The way lay first across a stony plain sloping gently upward, with the compact mass of rocky mountains so close in the cloudless atmosphere that one might easily have been deceived about the exertions that lay ahead, had not common fame more than corrected any such error. Pilgrims were already converging from both directions upon the partly stone-paved route leading out of the north gate of Taianfu, surrounded by its time-blackened walls, and within an hour we were all passing in a single stream through the first great archway. I-T’ien-Men—“First Heaven Gate”—the Chinese call it, and over it hangs an inscription announcing in the brevity of Chinese characters that Confucius took this path when he climbed Tai-shan—enough to make it the accepted one even if there were other feasible ascents. Stone steps soon begin to hint at the obstacle race ahead, though this early they are merely in isolated half-dozens scattered up the gradually more sloping road floored with big irregular stones worn smooth by uncounted millions of feet. Already the beggars who decorate the entire ascent were raising their insistent clamor, and shops and temples and tea-houses and itinerant venders formed an almost unbroken wall on either side. Higher up there were increasingly open stretches looking off across the steep tumbled gorge we were climbing, to the swift rocky mountain-sides that shut us in. Here and there a cluster of rugged, misshapen pines gave as dainty a retreat as if we had been in Japan, but the general lack of cleanliness alone distinctly informed us that we were not. These clumps were rare, too, even on China’s most sacred mountain, otherwise almost entirely of stone, with hardly a patch of earth big enough for the planting of a flower-bed.

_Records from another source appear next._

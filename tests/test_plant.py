"""The plant model, plant files, transfer-function plants and ZOH sampling."""

import subprocess
import sys
import textwrap

import numpy as np
import pytest
import scipy.signal

from gainboard.core import (
    DesignSpecs,
    GainError,
    Plant,
    PlantError,
    discretize_zero_order_hold,
    load_plant_file,
    load_specs_file,
    parse_plant_text,
    plant_from_transfer_function,
)

MINIMAL = "[model]\nA = [[0.0, 1.0], [-2.0, -3.0]]\nB = [[0.0], [1.0]]\n"


def test_core_import_pulls_in_no_user_interface_library():
    # The core must stay a pure numeric library (design card); check in a fresh interpreter.
    code = "import sys, gainboard.core; print(sorted(m for m in ('panel', 'bokeh', 'param') if m in sys.modules))"
    out = subprocess.run([sys.executable, "-c", code], capture_output=True, text=True, check=True).stdout
    assert out.strip() == "[]"


def test_minimal_plant_file_gets_documented_defaults():
    plant = parse_plant_text(MINIMAL)
    assert plant.state_count == 2 and plant.input_count == 1
    np.testing.assert_array_equal(plant.C, np.eye(2))  # C defaults to identity (README)
    np.testing.assert_array_equal(plant.D, np.zeros((2, 1)))
    assert plant.sample_time is None and not plant.is_sampled
    assert plant.state_names == ("x1", "x2") and plant.input_names == ("u1",)
    np.testing.assert_array_equal(plant.disturbance_matrix, plant.B)
    assert plant.tracked_outputs == (0,)


def test_one_by_one_model_is_accepted():
    plant = parse_plant_text("[model]\nA = [[-1.0]]\nB = [[2]]\nsample_time = 0.01\n")
    assert plant.A.shape == (1, 1) and plant.B[0, 0] == 2.0 and plant.sample_time == 0.01


def test_plant_matrices_are_read_only():
    plant = parse_plant_text(MINIMAL)
    with pytest.raises(ValueError):
        plant.A[0, 0] = 5.0


def test_full_plant_file_reads_every_section(tmp_path):
    path = tmp_path / "stage.toml"
    path.write_text(
        textwrap.dedent(
            """
            name = "Test stage"
            summary = "a one-line summary"
            description = "longer text"
            [model]
            A = [[0.0, 1.0], [0.0, -4.0]]
            B = [[0.0], [2.0]]
            C = [[1.0, 0.0], [0.0, 1.0]]
            [states]
            names = ["position", "velocity"]
            units = ["m", "m/s"]
            initial = [0.1, 0.0]
            [inputs]
            names = ["voltage"]
            units = ["V"]
            low = [-12.0]
            high = [12.0]
            [outputs]
            names = ["position", "velocity"]
            units = ["m", "m/s"]
            tracked = ["position"]
            [disturbance]
            matrix = [[0.0], [1.0]]
            names = ["load force"]
            units = ["N"]
            step = [0.5]
            [specs]
            max_settling_time = 0.5
            max_overshoot_percent = 5
            max_input_magnitude = [12.0]
            """
        )
    )
    plant = load_plant_file(path)
    assert plant.name == "Test stage" and plant.summary == "a one-line summary"
    assert plant.input_limits == ((-12.0, 12.0),)
    np.testing.assert_array_equal(plant.initial_state, [0.1, 0.0])
    assert plant.tracked_outputs == (0,)
    assert plant.disturbance_names == ("load force",) and plant.disturbance_step == (0.5,)
    assert plant.specs == DesignSpecs(max_settling_time=0.5, max_overshoot_percent=5, max_input_magnitude=(12.0,))


@pytest.mark.parametrize(
    "text, message",
    [
        ("[model]\nA = [[1.0, 2.0], [3.0]]\nB = [[1.0], [1.0]]\n", r"A has rows of different lengths"),
        ("[model]\nA = [[1.0, 2.0], [3.0, 4.0]]\nB = [[1.0], [1.0], [1.0]]\n", r"B has 3 rows but A is 2×2; B must be 2×m"),
        ("[model]\nA = [[1.0, 2.0]]\nB = [[1.0]]\n", r"A is 1×2 but must be square"),
        ("[model]\nA = [[1.0]]\nB = [[1.0]]\nC = [[1.0, 2.0]]\n", r"C has 2 columns but A is 1×1; C must be p×1"),
        ("[model]\nA = [[1.0]]\nB = [[1.0]]\nD = [[1.0, 2.0]]\n", r"D is 1×2 but must be 1×1"),
        ("[model]\nA = [['a']]\nB = [[1.0]]\n", r"A contains 'a', which is not a real number"),
        ("[model]\nA = [[nan]]\nB = [[1.0]]\n", r"A has a non-finite entry .* row 1, column 1"),
        ("[model]\nA = [[inf]]\nB = [[1.0]]\n", r"A has a non-finite entry"),
        ("[model]\nA = []\nB = [[1.0]]\n", r"A is empty"),
        ("[model]\nA = [[]]\nB = [[1.0]]\n", r"A is empty"),
        ("[model]\nA = \"text\"\nB = [[1.0]]\n", r"A must be a matrix of numbers .* a string was given"),
        ("[model]\nA = [[1.0]]\nB = [1.0]\n", r"B must be a list of rows .* a flat list of 1 numbers"),
        ("[model]\nA = [[true]]\nB = [[1.0]]\n", r"A contains True, which is not a real number"),
        ("[model]\nA = [[1.0]]\n", r"\[model\] must give B"),
        ("name = 'x'\n", r"required \[model\] table is missing"),
        ("[model]\nA = [[1.0]]\nB = [[1.0]]\nsample_time = -0.1\n", r"sample_time must be a positive finite"),
        ("[model]\nA = [[1.0]]\nB = [[1.0]]\nsample_time = 'fast'\n", r"sample_time must be a number"),
        ("[model]\nA = [[1.0]]\nB = [[1.0]]\nE = [[1.0]]\n", r"\[model\] has unknown key\(s\) \['E'\]"),
        ("colour = 'red'\n" + MINIMAL, r"unknown top-level key\(s\) \['colour'\]"),
        (MINIMAL + "[inputs]\nlow = [-1.0]\n", r"low and high must be given together"),
        (MINIMAL + "[inputs]\nlow = [1.0]\nhigh = [2.0]\n", r"must contain 0"),
        (MINIMAL + "[inputs]\nlow = [-1.0, -2.0]\nhigh = [1.0, 2.0]\n", r"one \(low, high\) pair per input: 1 expected, 2 given"),
        (MINIMAL + "[states]\nnames = ['only one']\n", r"state names must be a list of 2 strings"),
        (MINIMAL + "[states]\ninitial = [1.0]\n", r"initial state must be 2 finite numbers"),
        (MINIMAL + "[states]\nnames = ['x', 'x']\n", r"state names must all differ, but \['x'\] appear"),
        (MINIMAL + "[outputs]\ntracked = ['speed']\n", r"tracked names \['speed'\] are not output names"),
        (MINIMAL + "[specs]\nmax_overshoot_percent = -5\n", r"max_overshoot_percent must not be negative"),
        (MINIMAL + "[specs]\nmin_damping_ratio = 1.5\n", r"min_damping_ratio must lie between 0 and 1"),
        (MINIMAL + "[specs]\nfastest = 1\n", r"\[specs\] has unknown key\(s\) \['fastest'\]"),
        ("[model\nA = 1", r"not valid TOML"),
    ],
)
def test_malformed_plant_file_is_refused_with_a_message_naming_the_problem(text, message):
    with pytest.raises(PlantError, match=message):
        parse_plant_text(text)


def test_missing_file_names_the_path(tmp_path):
    with pytest.raises(PlantError, match=r"cannot read plant file .*nowhere\.toml"):
        load_plant_file(tmp_path / "nowhere.toml")


def test_file_errors_are_prefixed_with_the_file_name(tmp_path):
    path = tmp_path / "broken_plant.toml"
    path.write_text("[model]\nA = [[1.0, 2.0]]\nB = [[1.0]]\n")
    with pytest.raises(PlantError, match=r"^broken_plant\.toml: A is 1×2"):
        load_plant_file(path)


def test_specs_file_accepts_top_level_or_section(tmp_path):
    flat = tmp_path / "flat.toml"
    flat.write_text("max_settling_time = 1.5\n")
    section = tmp_path / "section.toml"
    section.write_text("[specs]\nmin_phase_margin_deg = 45\n")
    assert load_specs_file(flat).max_settling_time == 1.5
    assert load_specs_file(section).min_phase_margin_deg == 45.0


@pytest.mark.parametrize(
    "gain, message",
    [
        ([[1.0, 2.0, 3.0]], r"K is 1×3 but must be 1×2"),
        ([[1.0, float("nan")]], r"non-finite entry"),
        ("abc", r"K must be a 1×2 matrix of numbers"),
    ],
)
def test_gain_of_wrong_shape_or_value_is_refused(gain, message):
    with pytest.raises(GainError, match=message):
        parse_plant_text(MINIMAL).check_gain(gain)


def test_single_input_gain_may_be_a_flat_list():
    np.testing.assert_array_equal(parse_plant_text(MINIMAL).check_gain([3.0, 4.0]), [[3.0, 4.0]])


def test_transfer_function_plant_matches_scipy():
    # Reference: scipy.signal.ss2tf recovers the coefficients we started from.
    numerator, denominator = [2.0, 3.0], [1.0, 4.0, 5.0, 6.0]
    plant = plant_from_transfer_function(numerator, denominator, name="lag")
    num, den = scipy.signal.ss2tf(plant.A, plant.B, plant.C, plant.D)
    np.testing.assert_allclose(den, denominator)
    np.testing.assert_allclose(num[0][-2:], numerator, atol=1e-12)
    assert plant.name == "lag"


@pytest.mark.parametrize(
    "numerator, denominator, message",
    [
        ([1.0, 0.0, 0.0], [1.0, 1.0], r"improper"),
        ([1.0], [2.0], r"degree 1 or more"),
        ([0.0], [1.0, 1.0], r"numerator is zero"),
        ([float("inf")], [1.0, 1.0], r"finite coefficients"),
    ],
)
def test_bad_transfer_function_is_refused(numerator, denominator, message):
    with pytest.raises(PlantError, match=message):
        plant_from_transfer_function(numerator, denominator)


@pytest.mark.parametrize("T", [0.01, 0.1, 1.0])
def test_zoh_of_double_integrator_is_exact(T):
    # Franklin, Powell & Workman, Digital Control of Dynamic Systems, ch. 4 (from memory):
    # Φ = [[1, T], [0, 1]], Γ = [T²/2, T]ᵀ.
    sampled = discretize_zero_order_hold(Plant(A=[[0.0, 1.0], [0.0, 0.0]], B=[[0.0], [1.0]]), T)
    np.testing.assert_allclose(sampled.A, [[1.0, T], [0.0, 1.0]], rtol=1e-14, atol=1e-15)
    np.testing.assert_allclose(sampled.B, [[T * T / 2], [T]], rtol=1e-14)
    assert sampled.sample_time == T


def test_zoh_of_first_order_lag_is_exact():
    # Handbook formula for x' = -a x + u: Φ = e^{-aT}, Γ = (1 - e^{-aT})/a (reference-cases.md case 10).
    sampled = discretize_zero_order_hold(Plant(A=[[-2.0]], B=[[1.0]]), 0.1)
    assert sampled.A[0, 0] == pytest.approx(0.8187307530779818, rel=1e-14)
    assert sampled.B[0, 0] == pytest.approx((1 - np.exp(-0.2)) / 2, rel=1e-13)


def test_zoh_matches_scipy_test_case():
    # scipy's own test_cont2discrete.py::test_zoh: A = I, B = [0.5, 0.5]ᵀ, T = 0.5.
    sampled = discretize_zero_order_hold(Plant(A=np.eye(2), B=[[0.5], [0.5]]), 0.5)
    np.testing.assert_allclose(sampled.A, 1.648721270700128 * np.eye(2), rtol=1e-14)
    np.testing.assert_allclose(sampled.B, [[0.324360635350064], [0.324360635350064]], rtol=1e-14)


def test_zoh_samples_an_explicit_disturbance_matrix_like_scipy(rng):
    # Reference: scipy.signal.cont2discrete with method "zoh" on [B E].
    A = rng.normal(size=(3, 3))
    B = rng.normal(size=(3, 1))
    E = rng.normal(size=(3, 2))
    plant = Plant(A=A, B=B, disturbance_matrix=E)
    sampled = discretize_zero_order_hold(plant, 0.05)
    Ad, BEd, *_ = scipy.signal.cont2discrete((A, np.hstack([B, E]), np.eye(3), np.zeros((3, 3))), 0.05, "zoh")
    np.testing.assert_allclose(sampled.A, Ad, rtol=1e-12)
    np.testing.assert_allclose(sampled.B, BEd[:, :1], rtol=1e-12, atol=1e-14)
    np.testing.assert_allclose(sampled.disturbance_matrix, BEd[:, 1:], rtol=1e-12, atol=1e-14)


def test_sampling_refuses_a_sampled_plant_or_bad_period():
    continuous = Plant(A=[[-1.0]], B=[[1.0]])
    with pytest.raises(PlantError, match="already sampled"):
        discretize_zero_order_hold(discretize_zero_order_hold(continuous, 0.1), 0.1)
    with pytest.raises(PlantError, match="positive number of seconds"):
        discretize_zero_order_hold(continuous, 0.0)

This did not make it infertile for its inhabitants, however; rather the contrary. My coolie companion, to whom the ascent was an old, old story, put the number of beggars that lined it at one thousand; but that certainly was over-modest. Surely there were several times that number from bottom to top, and just as many from top to bottom. They sat in the center of the great stairs, so that chair-bearers passed one on either side of them, and those who were carried up passed directly over their heads. The top of each little cluster of stairs seemed to be the exclusive territory of one mendicant, or, in the great majority of cases, of one whole family of them, and not one did I see poaching even for an instant on his fellows’ preserves. Just as often as the half-dozen steps were surmounted a beggar was certain to be found squatting in the middle of the topmost, his woven-reed scoop lying invitingly beside him. Where the merely sloping stretches between these steps were more than ten or twelve feet long other beggars were regularly spaced along them; and higher up, where the ascent was all stairs, there was one, or a family group, about every sixth step.